### What the task requires
Write only the number of lines in the data that contain the word "saturday".

+++++

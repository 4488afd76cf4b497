"""Choice, weights and stated errors of typical days."""

import datetime as dt

import numpy as np
import pytest
from scipy.stats import wasserstein_distance

from evenfire.demand.series import DemandRecord
from evenfire.demand.typical_days import typical_days
from evenfire.errors import RecordError


def record(days=28, step_s=900.0, start=dt.datetime(2026, 2, 2), seed=1):
    """A record with weekday shape and random peaks."""
    rng = np.random.default_rng(seed)
    steps = round(86_400 / step_s)
    flow = 0.3 + rng.random((days, steps)) ** 6 * 3.0
    for day in range(days):
        flow[day] *= (1.0, 1.0, 1.0, 1.0, 1.0, 0.4, 0.1)[(start + dt.timedelta(days=day)).weekday()]
    return DemandRecord(start=start, step_s=step_s, flow_kg_s=flow.ravel(), source="test")


def test_weights_add_up_to_a_year():
    """365 days, shared as the record's days are; peak days stand for themselves."""
    found = typical_days(record(), 900.0)
    assert sum(day.days_per_year for day in found.days) == pytest.approx(365.0, rel=1e-12)
    peaks = [day for day in found.days if day.name.startswith("peak day")]
    assert all(day.days_per_year == pytest.approx(365.0 / 28) for day in peaks)
    weights = {day.name: day.days_per_year for day in found.days}
    assert weights["saturday"] == pytest.approx(4 * 365.0 / 28)
    assert weights["workday"] == pytest.approx((20 - len(peaks)) * 365.0 / 28)


def test_days_are_real_days_of_their_kind():
    """Each profile stands in the record on its date, and the date is of the named kind."""
    measured = record()
    for day in typical_days(measured, 900.0).days:
        first = (day.date - measured.start.date()).days * 96
        np.testing.assert_allclose(day.flow_kg_s, measured.flow_kg_s[first : first + 96])
        kinds = {"workday": (0, 1, 2, 3, 4), "saturday": (5,), "sunday": (6,)}
        assert day.date.weekday() in kinds.get(day.name, range(7))


def test_highest_step_is_kept():
    """At the record's own step the peak is met exactly; averaged steps state how much they lose."""
    measured = record()
    assert typical_days(measured, 900.0).peak_error == 0.0
    hourly = typical_days(measured, 3600.0)
    highest = max(day.flow_kg_s.max() for day in hourly.days)
    assert hourly.peak_error == pytest.approx(highest / measured.flow_kg_s.max() - 1.0)
    assert hourly.peak_error < -0.1


def test_day_that_needs_most_storage_is_a_second_peak_day():
    """A long plateau needs more storage than the spike of the highest step."""
    measured = record()
    measured.flow_kg_s[96 * 2 + 40] = 9.0
    measured.flow_kg_s[96 * 3 + 40 : 96 * 3 + 60] = 8.0
    peaks = [day for day in typical_days(measured, 900.0).days if day.name.startswith("peak")]
    assert [day.date.day for day in peaks] == [4, 5]
    assert [day.name for day in peaks] == ["peak day 1", "peak day 2"]


def test_errors_agree_with_an_independent_library():
    """The duration-curve error is the Wasserstein distance of the two distributions (scipy)."""
    measured = record()
    found = typical_days(measured, 900.0)
    flow = np.concatenate([day.flow_kg_s for day in found.days])
    weights = np.concatenate([np.full(96, day.days_per_year) for day in found.days])
    mean = measured.flow_kg_s.mean()
    distance = wasserstein_distance(flow, measured.flow_kg_s, u_weights=weights) / mean
    assert found.duration_curve_error == pytest.approx(distance, rel=1e-9)
    assert found.energy_error == pytest.approx(np.average(flow, weights=weights) / mean - 1.0, abs=1e-12)


def test_only_complete_calendar_days_are_used():
    """A record from noon to noon loses its two halves."""
    measured = record(days=9, start=dt.datetime(2026, 2, 2, 12))
    found = typical_days(measured, 900.0)
    assert all(dt.date(2026, 2, 3) <= day.date <= dt.date(2026, 2, 10) for day in found.days)


@pytest.mark.parametrize("step_s", [0.0, 450.0, 1000.0, 25_200.0])
def test_steps_that_do_not_fit_are_refused(step_s):
    """Shorter than the record's, no multiple of it, or no divisor of a day."""
    with pytest.raises(RecordError, match=r"whole multiple.*R116"):
        typical_days(record(), step_s)


def test_record_without_a_complete_day_is_refused():
    """Noon to noon of one day holds no calendar day."""
    with pytest.raises(RecordError, match=r"no complete calendar day.*R117"):
        typical_days(record(days=1, start=dt.datetime(2026, 2, 2, 12)), 900.0)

+++++

### Reply to the exercise
2